Due Studi su tre hanno adottato lo smart working, ma i più piccoli solo a livello “informale”: i dati diffusi dall’Osservatorio del Politecnico di Milano e le soluzioni digitali per implementare negli Studi un lavoro agile e sicuro.
L’emergenza Coronavirus ha dimostrato una volta per tutte i tanti vantaggi dello smart working per l’azienda e per i lavoratori; non è, infatti, un caso che due colossi come Google e Facebook abbiano deciso di incentivare il lavoro da remoto dei propri dipendenti fino alla fine del 2020.
Anche nel nostro Paese il “lavoro agile”, come viene definito lo smart working a livello normativo, ha guadagnato negli ultimi mesi parecchi punti, anche agli occhi del governo. Gli ultimi ritocchi al Decreto Rilancio hanno infatti trasformato il lavoro agile in un vero e proprio diritto, perlomeno per tutti quei lavoratori che, avendo almeno un figlio con meno di 14 anni, sono impiegati in aziende private e si occupano di attività compatibili con lo smart working, cioè che possono essere svolte senza difficoltà anche da casa.
Ma come è stato affrontato lo smart working negli studi professionali di commercialisti, consulenti del lavoro e avvocati? Uno studio dell’Osservatorio Professionisti e Innovazione Digitale del Politecnico di Milano ha fotografato la situazione: vediamola nel dettaglio.

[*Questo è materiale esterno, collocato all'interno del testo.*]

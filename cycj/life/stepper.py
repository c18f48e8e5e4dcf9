"""The compiled cycle stepper and block-growth kernels: numbers only.

Kernels take plain arrays and scalars.  The model parameters travel in one float64 array and
the crack state in another (slots named in :mod:`cycj.kernel_slots`, filled by cycj.life).

Per cycle (S_max, S_min nominal stresses, crack size a, and c for two-dimensional cracks): K/S
  and S_L(a) from the geometry kernels; x = (S_op − S_min)/ΔS from the closure model, U = 1 − x;
  ΔJ_eff by the chosen j_method (elastic, reference stress on the Masing branch, small crack);
  J_max at S_max by the reference stress method on the peak curve; L_r = S_max/S_L(a);
  end criteria checked at the start of the cycle; the sequence model (Wheeler factor on the
  rate, or Willenborg's reduced effective stresses) from the plastic zone of K_eq = √(E'J_max);
  then a += C·ΔJ_eff^m (above threshold), optionally accelerated by 1/(1 − J_max/J_c)^q.
"""

from __future__ import annotations

import functools
import math

from cycj._jit import jit
from cycj.end_criteria import (
    END_LEAK,
    END_MAX_CYCLES,
    END_NO_GROWTH,
    END_SIZE,
    END_TEARING,
    RUNNING,
    end_check_given,
    end_terms,
)
from cycj.fe.lookup import fe_ratio
from cycj.fields.channels import channel_k
from cycj.fields.notch import notch_delta_j_scalar
from cycj.fields.residual import r6_rho_scalar
from cycj.geometry.dispatch import k_over_s, k_over_s_surface, limit_stress
from cycj.growth import opening_fraction_hoisted, paris_rate_from_power
from cycj.jintegral import (
    ELASTIC,
    FINITE_ELEMENT,
    NOTCH,
    REFERENCE_STRESS,
    SMALL_CRACK,
    j_peak_hoisted,
    plastic_fraction_hoisted,
    reference_stress_delta_j_hoisted,
    shape_small_crack_delta_j_scalar,
)
from cycj.kernel_slots import (
    A_CRIT,
    A_LIMIT,
    A_TEAR,
    ALPHA_NEWMAN,
    ASPECT_MAX,
    C_LAW,
    C_LIMIT,
    CH_MODE,
    CLOSURE,
    CRIT_CODE,
    DJ_TH,
    E_MOD,
    E_PRIME,
    FLOW_RATIO,
    INCLUDE_COMP,
    INV_ALPHA,
    INV_N_CYC,
    INV_N_PEAK,
    J_C,
    J_METHOD,
    K_CYC,
    K_PEAK,
    LEAK_SIZE,
    M_LAW,
    N_CYC,
    NEWMAN_C0,
    NEWMAN_C1,
    NOTCH_DEPTH,
    NOTCH_KT,
    NOTCH_OWN_LONG,
    PF_EXP,
    Q_TOUGH,
    SEQ_EXPONENT,
    SEQ_MODEL,
    SEQ_SHUT_OFF,
    SIGMA_Y,
    ST_A,
    ST_A_OL,
    ST_BLOCKS,
    ST_C,
    ST_CYCLES,
    ST_K_OL,
    ST_Z_OL,
    SY_CYC,
    U_CONST,
    ZONE_BETA,
)
from cycj.retardation import WHEELER, plastic_zone_size, wheeler_factor, willenborg_reduction

# record columns
REC_CYCLE, REC_BLOCK, REC_A, REC_DJ, REC_DJ_EQ, REC_JMAX, REC_LR, REC_DADN, REC_C = range(9)
N_REC = 9


@jit(inline="always")
def k_driving_force(
    kmax, kmin, lr_max, lr_range, ds, a, mp, g_long=1.0, l_long=1.0, closure=-1, j_method=-1
):
    """ΔJ_eff, J_max, L_r, J_el at peak [kJ/m²] and the clip flag for one cycle from the
    crack-front point's K_max, K_min [MPa√mm] (secondary stresses included), the primary
    L_r at the peak and over the range, and the nominal stress range ``ds`` [MPa] (the loop of
    the small-crack and notch estimates).

    ``g_long`` = (K/S)(a + D)/(K/S)(a) and ``l_long`` = S_L(a)/S_L(a + D) carry the long crack
    of a notch of depth D (:func:`notch_long_factors`; 1 otherwise).  With j_method "notch",
    J_max, J_el and L_r use the K of the estimate that sets ΔJ and the notched section's L_r.
    ``closure``, ``j_method``: the models' codes fixed by the caller (inlined, the other models'
    branches fold away), or −1: read from ``mp``."""
    dk = kmax - kmin
    if kmax <= 0.0 or dk <= 0.0:
        return 0.0, 0.0, 0.0, 0.0, 0
    x, clipped = opening_fraction_hoisted(
        closure if closure >= 0 else int(mp[CLOSURE]),
        kmax,
        kmin,
        lr_max / mp[FLOW_RATIO],
        mp[U_CONST],
        mp[ALPHA_NEWMAN],
        mp[INCLUDE_COMP],
        mp[NEWMAN_C0],
        mp[NEWMAN_C1],
        mp[INV_ALPHA],
    )
    u = 1.0 - x
    dj_el = dk * dk / mp[E_PRIME]
    jm = j_method if j_method >= 0 else int(mp[J_METHOD])
    k_used = kmax
    lr = lr_max
    if jm == REFERENCE_STRESS:
        dj = reference_stress_delta_j_hoisted(
            dj_el,
            lr_range * mp[SIGMA_Y],
            mp[E_MOD],
            mp[K_CYC],
            mp[N_CYC],
            u,
            mp[SY_CYC],
            mp[INV_N_CYC],
            mp[PF_EXP],
        )
    elif jm == SMALL_CRACK:
        dj = shape_small_crack_delta_j_scalar(dk, ds, mp[E_PRIME], mp[K_CYC], mp[N_CYC], u)
    elif jm == NOTCH:
        dj, r = notch_delta_j_scalar(
            dk,
            ds,
            g_long,
            l_long,
            lr_range,
            mp[NOTCH_KT],
            mp[NOTCH_OWN_LONG],
            mp[E_MOD],
            mp[E_PRIME],
            mp[SIGMA_Y],
            mp[K_CYC],
            mp[N_CYC],
            u,
        )
        k_used = kmax * r
        lr = lr_max * l_long
    elif jm == FINITE_ELEMENT:  # the J table's ΔJ/ΔJ_el; closure as for the reference stress
        g = fe_ratio(mp, a, lr_range, 0)
        dj = dj_el * (u * u + plastic_fraction_hoisted(u, mp[N_CYC], mp[PF_EXP]) * (g - 1.0))
    else:
        dj = u * u * dj_el
    j_el_max = k_used * k_used / mp[E_PRIME]
    if jm == ELASTIC:  # the LEFM comparison: J_max = K_max²/E'
        jmax = j_el_max
    elif jm == FINITE_ELEMENT:
        jmax = j_el_max * fe_ratio(mp, a, lr_max, 1)
    else:
        jmax = j_peak_hoisted(j_el_max, lr, mp[SIGMA_Y], mp[E_MOD], mp[K_PEAK], mp[INV_N_PEAK])
    return dj, jmax, lr, j_el_max, clipped


@jit
def notch_long_factors(code, a, gp, mp):
    """(K/S)(a + D)/(K/S)(a) and S_L(a)/S_L(a + D) of the long crack at a notch of depth D
    (j_method "notch" on a shape that does not hold the notch itself); (1, 1) otherwise."""
    if int(mp[J_METHOD]) != NOTCH or mp[NOTCH_OWN_LONG] > 0.5 or mp[NOTCH_DEPTH] <= 0.0:
        return 1.0, 1.0
    a2 = a + mp[NOTCH_DEPTH]
    g = k_over_s(code, a2, gp) / k_over_s(code, a, gp)
    sy = mp[SIGMA_Y]
    return g, limit_stress(code, a, gp, sy) / limit_stress(code, a2, gp, sy)


@jit
def cycle_k(lmax, lmin, i, a, c, code, gp, ct, mp):
    """K_max, K_min [MPa√mm], primary L_r at the peak and over the range, the nominal stress
    range [MPa] and the secondary (residual) K_s of cycle ``i`` at crack size ``a`` [mm]
    (deepest point).

    One channel (``lmax[:, 0]`` nominal stresses) with the shape's own K solution, or several
    channels (and a residual stress) from the tables ``ct`` (:mod:`cycj.fields.channels`)."""
    if mp[CH_MODE] > 0.5:
        return channel_k(lmax, lmin, i, a, c, ct, mp, 0)
    kos = k_over_s(code, a, gp)
    sl = limit_stress(code, a, gp, mp[SIGMA_Y])
    s1 = lmax[i, 0]
    s0 = lmin[i, 0]
    return s1 * kos, s0 * kos, s1 / sl, (s1 - s0) / sl, s1 - s0, 0.0


@jit
def cycle_driving_force(lmax, lmin, i, a, code, gp, ct, mp):
    """:func:`k_driving_force` of cycle ``i`` at crack size ``a`` [mm], and the plasticity
    interaction ρ of a secondary stress for the FAD."""
    kmax, kmin, lr_max, lr_range, ds, kres = cycle_k(lmax, lmin, i, a, gp[5], code, gp, ct, mp)
    gl, ll = notch_long_factors(code, a, gp, mp)
    dj, jmax, lr, jel, clipped = k_driving_force(kmax, kmin, lr_max, lr_range, ds, a, mp, gl, ll)
    return dj, jmax, lr, jel, clipped, r6_rho_scalar(kres, kmax - kres, lr)


@jit
def cycle_rate(dj, jmax, mp):
    """da/dN [mm/cycle] for ΔJ_eff and J_max, with the optional toughness acceleration."""
    return rate_from_power(dj, dj ** mp[M_LAW] if dj > 0.0 else 0.0, jmax, mp)


@jit(inline="always")
def rate_from_power(dj, djm, jmax, mp):
    """:func:`cycle_rate` given ΔJ^m already computed (the stepper needs it for ΔJ_eq too)."""
    return rate_given(dj, djm, jmax, mp[C_LAW], mp[DJ_TH], mp[Q_TOUGH], mp[J_C])


@jit(inline="always")
def rate_given(dj, djm, jmax, c, threshold, q, j_c):
    """:func:`rate_from_power` given the law's C, ΔJ_th, q and J_c (the stepper reads them
    once: no model array in its inner loop)."""
    da = paris_rate_from_power(dj, djm, c, threshold)
    if q > 0.0 and da > 0.0:
        ratio = jmax / j_c
        if ratio < 1.0:
            da = da / (1.0 - ratio) ** q
    return da


@jit
def sequence_step(kmax, kmin, lr_max, lr_range, ds, a, dj, jmax, mp, st, gl=1.0, ll=1.0):
    """Apply the sequence model to one cycle; returns (rate factor, ΔJ_eff) and updates the
    overload state in ``st`` (a_OL, zone size, K_OL)."""
    if kmax <= 0.0:
        return 1.0, dj
    k_eq = math.sqrt(mp[E_PRIME] * jmax)
    r = plastic_zone_size(k_eq, mp[SIGMA_Y], mp[ZONE_BETA])
    factor = 1.0
    if int(mp[SEQ_MODEL]) == WHEELER:
        factor = wheeler_factor(r, a, st[ST_A_OL], st[ST_Z_OL], mp[SEQ_EXPONENT])
    elif st[ST_K_OL] >= mp[SEQ_SHUT_OFF] * k_eq and a < st[ST_A_OL] + st[ST_Z_OL]:
        factor = 0.0
    else:
        k_red = willenborg_reduction(st[ST_K_OL], st[ST_A_OL], st[ST_Z_OL], a, k_eq)
        if k_red > 0.0:
            kmax_e = kmax - k_red
            kmin_e = max(kmin - k_red, 0.0)
            dj = 0.0
            if kmax_e > kmin_e:
                dk = kmax - kmin
                scale = (kmax_e - kmin_e) / dk
                dj = k_driving_force(
                    kmax_e,
                    kmin_e,
                    lr_max * kmax_e / kmax,
                    lr_range * scale,
                    ds * scale,
                    a,
                    mp,
                    gl,
                    ll,
                )[0]
    if a + r >= st[ST_A_OL] + st[ST_Z_OL]:
        st[ST_A_OL] = a
        st[ST_Z_OL] = r
        st[ST_K_OL] = k_eq
    return factor, dj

Lavoro agile negli Studi professionali: la situazione attuale
Dai dati dell’indagine dell’Osservatorio, che ha analizzato più di 3.300 studi e si è conclusa in pieno lockdown, emerge innanzitutto che, per quanto riguarda l’adozione dello smart working, esiste una differenza piuttosto marcata tra studi piccoli, medi e grandi.

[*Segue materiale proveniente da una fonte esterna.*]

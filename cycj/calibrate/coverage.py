"""Coverage of the fit's intervals on the virtual test frame (a check, not a user command).

Simulates replicate programmes with known C, m and between-specimen scatter
(:func:`cycj.calibrate.simulate.simulate_programme`), reduces each test as ``cycj fit`` does
(crack-length logs: :func:`~cycj.calibrate.reduction.reduce_crack_log`, every reading; the
direct a(N) fit with its resampling intervals, or the regression on seven-point incremental
polynomial rates) and counts how often the nominal intervals of m, of da/dN at mid-range and
of σ_ln C contain the truth, with readings at equal crack extension or at equal cycles
(``spacing``).  Used by the tests (a smaller count)
and by ``bench/bench_fit.py`` (the full count).
"""

from __future__ import annotations

import math

import numpy as np

__all__ = ["programme_fit", "coverage_study"]


def programme_fit(prog, specimen, *, confidence=0.95, resamples=1000, seed=0, estimate="direct"):
    """Reduce and fit one :class:`~cycj.calibrate.simulate.SimulatedProgramme` as ``cycj fit``
    does: the direct a(N) fit with its resampling intervals (``estimate="direct"``, the
    recommended fit) or the regression on incremental polynomial rates (``"polynomial"``,
    the cross-check).

    Returns a dict: ``intervals`` (at the geometric middle ``dJ_mid`` of the data),
    ``per_specimen`` and ``between``, ``dJ_mid``.
    """
    from cycj.calibrate import fits as ft
    from cycj.calibrate import reduction as rd
    from cycj.calibrate.between import between_specimen, direct_rows, scatter_of_lnc
    from cycj.calibrate.logs import CrackLog
    from cycj.calibrate.resampling import direct_intervals, resampled_intervals

    tests, series = [], []
    for lab, df in prog.crack.groupby("specimen", sort=False):
        log = CrackLog(
            str(lab),
            df["cycle"].to_numpy(float),
            df["crack_length"].to_numpy(float),
            df["load_max"].to_numpy(float),
            df["load_min"].to_numpy(float),
        )
        rows, _, _ = rd.reduce_crack_log(log, specimen)
        series.append(ft.direct_series(rows, str(lab)))
        rates, _ = rd.rates_for_rows(rows, specimen)
        p = rates["polynomial"]
        ok = (p["dadN_mm_per_cycle"] > 0) & (p["dJ_eff_kJm2"] > 0)
        tests.append(
            {
                "test": str(lab),
                "specimen": str(lab),
                "dJ": p["dJ_eff_kJm2"][ok],
                "dadN": p["dadN_mm_per_cycle"][ok],
                "a_mm": p["a_mm"][ok],
                "cycle": p["cycle"][ok],
            }
        )
    x = [np.log(t["dJ"]) for t in tests]
    y = [np.log(t["dadN"]) for t in tests]
    xs = np.log(np.concatenate([s["dj_tab"] for s in series]))
    mid = 0.5 * (xs.min() + xs.max())
    kw = dict(x_at=[mid], confidence=confidence, resamples=resamples, seed=seed)
    iv = resampled_intervals(x, y, **kw)
    if estimate == "polynomial":
        rows, between = between_specimen(tests, iv["m"], confidence)
    else:
        fit = ft.direct_fit(series, math.exp(iv["lnC"]), iv["m"], confidence)
        iv = direct_intervals(fit, **kw)
        rows = direct_rows(fit, iv, series, {})
        between = scatter_of_lnc(fit["lnC_per_test"], fit["m"], confidence)
    return {"intervals": iv, "per_specimen": rows, "between": between, "dJ_mid": math.exp(mid)}


def coverage_study(
    specimen,
    *,
    programmes=200,
    n_specimens=8,
    C=6e-5,
    m=1.5,
    sigma_ln_C=0.15,
    readings=200,
    crack_noise=0.02,
    resamples=1000,
    seed=2026,
    estimate="direct",
    **kw,
):
    """Share of ``programmes`` simulated programmes whose intervals hold the truth.

    Returns a dict: ``m``, ``rate_mid``, ``sigma_ln_C``, ``mixed_m``, ``mixed_rate_mid``
    (coverage shares; ``mixed_``: the mixed-effects estimate beside the resampling of the
    direct fit), ``life_error``
    (median |predicted/observed − 1| of the per-specimen lives), ``programmes``, the
    settings, ``method`` (the resampling used), ``estimate`` and ``spacing``.
    """
    from cycj.calibrate.simulate import PROGRAMME_LOADS, programme_paths, simulate_programme

    paths = programme_paths(
        specimen,
        C,
        m,
        kw.get("p_max", PROGRAMME_LOADS),
        kw.get("r_ratio", 0.1),
        kw.get("crack_end"),
    )
    hit = {"m": 0, "rate_mid": 0, "sigma_ln_C": 0, "mixed_m": 0, "mixed_rate_mid": 0}
    life_err, method = [], None
    for k in range(programmes):
        prog = simulate_programme(
            specimen,
            C,
            m,
            n_specimens=n_specimens,
            sigma_ln_C=sigma_ln_C,
            readings=readings,
            crack_noise=crack_noise,
            seed=seed + k,
            paths=paths,
            **kw,
        )
        res = programme_fit(prog, specimen, resamples=resamples, seed=seed + k, estimate=estimate)
        iv, b = res["intervals"], res["between"]
        method = iv["method"]
        lo, hi = iv["m_interval"]
        hit["m"] += lo <= m <= hi
        # one specimen: its interval is that of its own constants (its own C is the truth)
        c_true = C if n_specimens > 1 else float(prog.C_specimens[0])
        true_rate = math.log(c_true) + m * math.log(res["dJ_mid"])
        rlo, rhi = iv["ln_rate_interval"][0][0], iv["ln_rate_interval"][1][0]
        hit["rate_mid"] += rlo <= true_rate <= rhi
        mx = iv.get("mixed_effects")
        if mx:
            hit["mixed_m"] += mx["m_interval"][0] <= m <= mx["m_interval"][1]
            lo_r, hi_r = (v[0] for v in mx["ln_rate_interval"])
            hit["mixed_rate_mid"] += lo_r <= true_rate <= hi_r
        if b["sigma_ln_C_interval"] is not None:
            slo, shi = b["sigma_ln_C_interval"]
            hit["sigma_ln_C"] += slo <= sigma_ln_C <= shi
        life_err += [abs(r["life_ratio"] - 1) for r in res["per_specimen"]]
    return {
        **{k: v / programmes for k, v in hit.items()},
        "life_error": float(np.median(life_err)),
        "programmes": programmes,
        "n_specimens": n_specimens,
        "readings": readings,
        "sigma_ln_C_true": sigma_ln_C,
        "method": method,
        "estimate": estimate,
        "spacing": kw.get("spacing", "crack"),
    }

Considerando “grandi” gli studi formati da oltre 30 professionisti tra commercialisti, avvocati, consulenti del lavoro e multidisciplinari, si scopre che di questi quasi il 50% ha pianificato e avviato iniziative strutturate di smart working. Si parla in questi casi di lavoro agile a tutto tondo, con adozione di apposite tecnologie per la mobilità e orari flessibili.
Nel caso degli studi “piccoli”, con un numero di professionisti compreso tra 3 e 15, lo smart working a tutto tondo è stato invece adottato solamente dal 20% del campione esaminato. È però interessante notare che il 44 % dei piccoli studi ha optato per quello che l’Osservatorio definisce smart working “informale”, cioè senza un’organizzazione rigida, indici di prestazione e obiettivi specifici. Tenendo conto delle diverse forme di adozione dello smart working, emerge che 2 studi su 3 si sono mossi verso il lavoro agile: il 55% dei micro-studi, il 65% dei piccoli, il 75% dei medi e il 78% dei grandi.
Lo smart working “formale” non si improvvisa: gli strumenti 4.0 per un lavoro agile e sicuro
A differenziare gli studi più piccoli da quelli più grandi è, nella maggior parte dei casi, la preparazione pregressa. Come ha sottolineato sulle pagine de Il Sole 24 Ore Claudio Rorato, presidente dell’Osservatorio Professionisti e Innovazione Digitale, «chi aveva già avviato investimenti in tecnologie, processi, formazione del personale e innovazione dei servizi ha saputo rispondere ai clienti con trasparenza, continuità ed efficienza: senza traumi».
Le difficoltà sono state invece maggiori per gli studi che non avevano investito in software gestionali sviluppati in ottica smart working, a partire dalle soluzioni in cloud per la gestione documentale, per la gestione del personale e così via. Dopotutto, è la stessa indagine a dimostrarlo: in più del 70% degli studi professionali in cui sono state implementate forme di lavoro agile sono stati fatti anche investimenti sul fronte tecnologico, per permettere effettivamente a professionisti e dipendenti di lavorare in modo efficace da casa e in mobilità.
I supporti digitali al fianco del fattore umano
Per adottare delle forme strutturate e sicure di lavoro agile è necessario dotarsi prima di tutto di soluzioni mirate e flessibili, come software in grado di garantire la massima riservatezza dei dati, l’aggiornamento in tempo reale e la possibilità di collaborazione e condivisione dati. In parallelo occorre fornire la giusta formazione al personale e aggiornare le policy aziendali. Come sottolinea Rorato «occorre far crescere anche le persone, motivarle, responsabilizzarle, saperle gestire, metterle in condizione di essere efficienti. In sintesi, curare l’anima umanistica».